[Extracted data entries]
Content starts
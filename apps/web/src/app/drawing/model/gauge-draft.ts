/** A new gauge whose fields are being asked for, and what it taps; on a pipe how far from the pipe's start. */
export type GaugeDraft = { readonly node: string } | { readonly pipe: string; readonly distanceM: number };
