import { jsonEqual } from '@riseback/network';
import type { DrawnNetwork, DrawnNode, DrawnPipe } from './drawn-network';

/**
 * The drawing after an edit, in which each element that stayed as it was is the very object that it was, so that it is not drawn anew;
 * where none changed, so are all nodes or all pipes together.
 */
export function keptDrawing(now: DrawnNetwork, before: DrawnNetwork): DrawnNetwork {
  return { ...now, nodes: kept(now.nodes, before.nodes, sameNode), pipes: kept(now.pipes, before.pipes, samePipe) };
}

/** An edit makes the elements that it touches anew and leaves the objects of all others. */
const sameNode = (a: DrawnNode, b: DrawnNode): boolean => a.node === b.node;

/** A pipe follows its ends and keeps clear of others, so its line may change without it. */
const samePipe = (a: DrawnPipe, b: DrawnPipe): boolean =>
  a.pipe === b.pipe && a.lane === b.lane && jsonEqual(a.points, b.points);

function kept<T>(
  now: ReadonlyMap<string, T>,
  before: ReadonlyMap<string, T>,
  same: (a: T, b: T) => boolean,
): ReadonlyMap<string, T> {
  const all = new Map<string, T>();
  let changed = now.size !== before.size;
  const inOrder = before.keys();
  for (const [id, item] of now) {
    const was = before.get(id);
    const stays = was !== undefined && same(was, item);
    all.set(id, stays ? was : item);
    changed ||= !stays || inOrder.next().value !== id;
  }
  return changed ? all : before;
}
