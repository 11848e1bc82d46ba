import { HttpClient } from '@angular/common/http';
import { inject, Injectable } from '@angular/core';
import { Invitation, type NewInvitation, type Role, type RoleChange, SitePerson } from '@riseback/contracts';
import { map, type Observable } from 'rxjs';

/** What an administrator may do to the account of somebody who is at this site. */
export type AccountAct = 'disabling' | 'enabling' | 'password-reset' | 'codes-off';

/** Who is at a site, and who is invited; for its administrators. */
@Injectable({ providedIn: 'root' })
export class PeopleApi {
  private readonly http = inject(HttpClient);

  people(siteId: string): Observable<SitePerson[]> {
    return this.http.get<unknown>(peopleOf(siteId)).pipe(map((body) => SitePerson.array().parse(body)));
  }

  changeRole(siteId: string, personId: string, role: Role): Observable<void> {
    return this.http
      .put<unknown>(`${peopleOf(siteId)}/${personId}`, { role } satisfies RoleChange)
      .pipe(map(() => undefined));
  }

  takeRole(siteId: string, personId: string): Observable<void> {
    return this.http.delete<unknown>(`${peopleOf(siteId)}/${personId}`).pipe(map(() => undefined));
  }

  act(siteId: string, personId: string, what: AccountAct): Observable<void> {
    return this.http.post<unknown>(`${peopleOf(siteId)}/${personId}/${what}`, null).pipe(map(() => undefined));
  }

  invitations(siteId: string): Observable<Invitation[]> {
    return this.http.get<unknown>(invitationsOf(siteId)).pipe(map((body) => Invitation.array().parse(body)));
  }

  invite(siteId: string, invitation: NewInvitation): Observable<void> {
    return this.http.post<unknown>(invitationsOf(siteId), invitation).pipe(map(() => undefined));
  }

  sendAgain(siteId: string, invitationId: string): Observable<void> {
    return this.http.post<unknown>(`${invitationsOf(siteId)}/${invitationId}/sending`, null).pipe(map(() => undefined));
  }

  withdraw(siteId: string, invitationId: string): Observable<void> {
    return this.http.delete<unknown>(`${invitationsOf(siteId)}/${invitationId}`).pipe(map(() => undefined));
  }
}

function peopleOf(siteId: string): string {
  return `/api/sites/${siteId}/people`;
}

function invitationsOf(siteId: string): string {
  return `/api/sites/${siteId}/invitations`;
}
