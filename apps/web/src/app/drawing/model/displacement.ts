import type { Position } from '@riseback/network';
import { rightAngled } from '../../shared/geometry';
import {
  type Displaced,
  type DrawnNetwork,
  type DrawnPipe,
  leavingAxis,
  NOTHING_DISPLACED,
  pipesAt,
  shownBends,
} from './drawn-network';
import { type PipeGrip, reshaped, withoutCorner } from './pipe-shape';

/**
 * Nodes shifted from where they stand. Pipes and unknown ids are passed over, since a pipe follows its ends: with both of them shifted its
 * bends go along, with one of them the bend next to it follows in one coordinate, so that right angles stay right.
 */
export function shiftNodes(network: DrawnNetwork, ids: Iterable<string>, dx: number, dy: number): Displaced {
  const moved = new Map<string, Position>();
  for (const id of ids) {
    const at = network.nodes.get(id)?.at;
    if (at !== undefined) moved.set(id, { x: at.x + dx, y: at.y + dy });
  }
  return nodesTo(network, moved);
}

/** Nodes in new places, with the bends that follow them. */
export function nodesTo(network: DrawnNetwork, moved: ReadonlyMap<string, Position>): Displaced {
  const bends = new Map<string, readonly Position[]>();
  for (const id of new Set([...moved.keys()].flatMap((node) => pipesAt(network, node)))) {
    const pipe = network.pipes.get(id)?.pipe;
    if (pipe?.bends === undefined || pipe.bends.length === 0) continue;
    const [from, to] = [network.nodes.get(pipe.from)?.at, network.nodes.get(pipe.to)?.at];
    if (from === undefined || to === undefined) continue;
    const [newFrom, newTo] = [moved.get(pipe.from) ?? from, moved.get(pipe.to) ?? to];
    const followed = bendsFollowing(pipe.bends, { from, to }, { from: newFrom, to: newTo });
    if (followed.some((bend, i) => bend !== pipe.bends?.[i])) bends.set(id, followed);
  }
  return { nodes: moved, bends };
}

interface Ends {
  readonly from: Position;
  readonly to: Position;
}

function bendsFollowing(bends: readonly Position[], before: Ends, now: Ends): readonly Position[] {
  const start = { x: now.from.x - before.from.x, y: now.from.y - before.from.y };
  const end = { x: now.to.x - before.to.x, y: now.to.y - before.to.y };
  if (start.x === end.x && start.y === end.y) return bends.map(({ x, y }) => ({ x: x + start.x, y: y + start.y }));
  return bends.map((bend, i) => {
    const withStart = i === 0 ? following(bend, before.from, start) : bend;
    return i === bends.length - 1 ? following(withStart, before.to, end, bend) : withStart;
  });
}

/** @param was where the bend stood, where the other end has moved it already */
function following(bend: Position, end: Position, by: Position, was: Position = bend): Position {
  const [dx, dy] = [was.x === end.x ? by.x : 0, was.y === end.y ? by.y : 0];
  return dx === 0 && dy === 0 ? bend : { x: bend.x + dx, y: bend.y + dy };
}

/** A pipe with one of its grips moved. */
export function shiftGrip(drawn: DrawnPipe, grip: PipeGrip, dx: number, dy: number): Displaced {
  const bends = reshaped(drawn.points, grip, dx, dy).slice(1, -1);
  return { ...NOTHING_DISPLACED, bends: new Map([[drawn.id, bends]]) };
}

/** What `M` and a bend's handle move: a pipe's corners, or the whole of it where it is straight. */
export function gripsOf(drawn: DrawnPipe): readonly PipeGrip[] {
  const corners = shownBends(drawn).map((_, index): PipeGrip => ({ kind: 'corner', index }));
  return corners.length > 0 ? corners : [{ kind: 'piece', index: 0, split: null }];
}

/** A pipe without one of its bends; null when it cannot do without it. */
export function withoutBend(network: DrawnNetwork, drawn: DrawnPipe, bend: number): Displaced | null {
  const from = network.nodes.get(drawn.pipe.from);
  const first = from === undefined ? 'level' : leavingAxis(from.node.kind);
  const points = withoutCorner(drawn.points, bend, (line) => rightAngled(line, first));
  return points === drawn.points ? null : { ...NOTHING_DISPLACED, bends: new Map([[drawn.id, points.slice(1, -1)]]) };
}

/** A pipe laid anew, as a new one between its ends would be. */
export function withoutBends({ id }: DrawnPipe): Displaced {
  return { ...NOTHING_DISPLACED, bends: new Map([[id, []]]) };
}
Content ends
Give back the records above exactly, limited to the lines between the one holding "do without it. */" and the one holding "const from = network.nodes.get(drawn.pipe.from);", inclusive.

/** A pipe without one of its bends; null when it cannot do without it. */
export function withoutBend(network: DrawnNetwork, drawn: DrawnPipe, bend: number): Displaced | null {
  const from = network.nodes.get(drawn.pipe.from);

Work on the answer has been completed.